# 20ft container from Dubai to Perth - shipping companies recommendation requested



## adc (Dec 4, 2011)

Would appreciate recommendations from fellow expats who have moved from the UAE to Australia. We're moving around the last week of April from Dubai to Perth. 
We've received quotes from the likes of Crown relocation, Interem Freight system, Move One etc. Their prices are so varied and we're very confused as to who will be the right provider. 
Any direction/references would be greatly appreciated.


----------



## shakeeltabu (Sep 19, 2012)

Hi 
I am shakeel living in uae and movin to perth by May end.Planning t meet who are moving to perth as we are in same boat.If interested please call 050-7083793.


----------



## adc (Dec 4, 2011)

Hey Shakeel, will call you later this evening. Glad to know we've got company!


----------



## sanjay shinde (Dec 19, 2012)

adc said:


> Would appreciate recommendations from fellow expats who have moved from the UAE to Australia. We're moving around the last week of April from Dubai to Perth.
> We've received quotes from the likes of Crown relocation, Interem Freight system, Move One etc.
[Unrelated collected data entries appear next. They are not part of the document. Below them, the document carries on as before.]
def _compress_png(raw: bytes, size: tuple[int, int]) -> tuple[bytes, tuple[int, int]]:
    """The overlay reduced to :data:`REPORT_OVERLAY_MAX_SIDE_PX` and stored with a 256-colour
    palette (the drawing has few colours), when that is smaller than the original."""
    from PIL import Image

    if max(size) <= REPORT_OVERLAY_MAX_SIDE_PX and len(raw) <= 300_000:
        return raw, size
    with Image.open(io.BytesIO(raw)) as opened:
        im = opened.convert("RGB")
        if max(im.size) > REPORT_OVERLAY_MAX_SIDE_PX:
            im.thumbnail((REPORT_OVERLAY_MAX_SIDE_PX, REPORT_OVERLAY_MAX_SIDE_PX), Image.Resampling.LANCZOS)
        small = im.quantize(colors=256, method=Image.Quantize.MEDIANCUT, dither=Image.Dither.NONE)
        buf = io.BytesIO()
        small.save(buf, format="PNG", optimize=True)
    out = buf.getvalue()
    return (out, small.size) if len(out) < len(raw) else (raw, size)


def _num(value: float) -> str:
    text = f"{value:.4f}".rstrip("0").rstrip(".")
    return "0" if text in ("-0", "") else text


def _ring_d(ring: Any) -> str:
    arr = np.asarray(ring, dtype=float)
    if arr.ndim != 2 or arr.shape[1] != 2 or len(arr) < 3 or not np.isfinite(arr).all():
        return ""
    pts = " L ".join(f"{_num(x)} {_num(-y)}" for x, y in arr)
    return f"M {pts} Z"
Their prices are so varied and we're very confused as to who will be the right provider.
> Any direction/references would be greatly appreciated.


hi there !
we are also planning to move perth from abu dhabi by april 2013
i also tried to get quote for shared container ,and it was aed 17000 , i think it is too much 

we can opt for air cargo ..qatar airways cargo rates are affordable


----------



## farhan-dubai (Feb 1, 2013)

I checked with many companies and they offered 5k to 7k for door to door service from dubai. 
I am planning to move in May to perth


----------



## adc (Dec 4, 2011)

sanjay shinde said:


> hi there !
> we are also planning to move perth from abu dhabi by april 2013
> i also tried to get quote for shared container ,and it was aed 17000 , i think it is too much
> 
> we can opt for air cargo ..qatar airways cargo rates are affordable


Hello Sanjay, PM me your number. Will call you later today to discuss the options we're considering.


----------



## sanjay shinde (Dec 19, 2012)

adc said:


> Hello Sanjay, PM me your number. Will call you later today to discuss the options we're considering.


hi !

my contat # is 050-7016892


----------



## basketballfan (Aug 21, 2013)

I am also moving to Perth from Dubai. I booked my ticket on the 10th of March. 

Let me know if anyone else is going around the same time. PM me your number.

Ray


----------



## Huss81 (May 17, 2013)

on the same thread if I may ask.... how much time does it take for the movement? And if I do not have even a temporary residence there, would the shipping company hold the cargo with them for a few days?


----------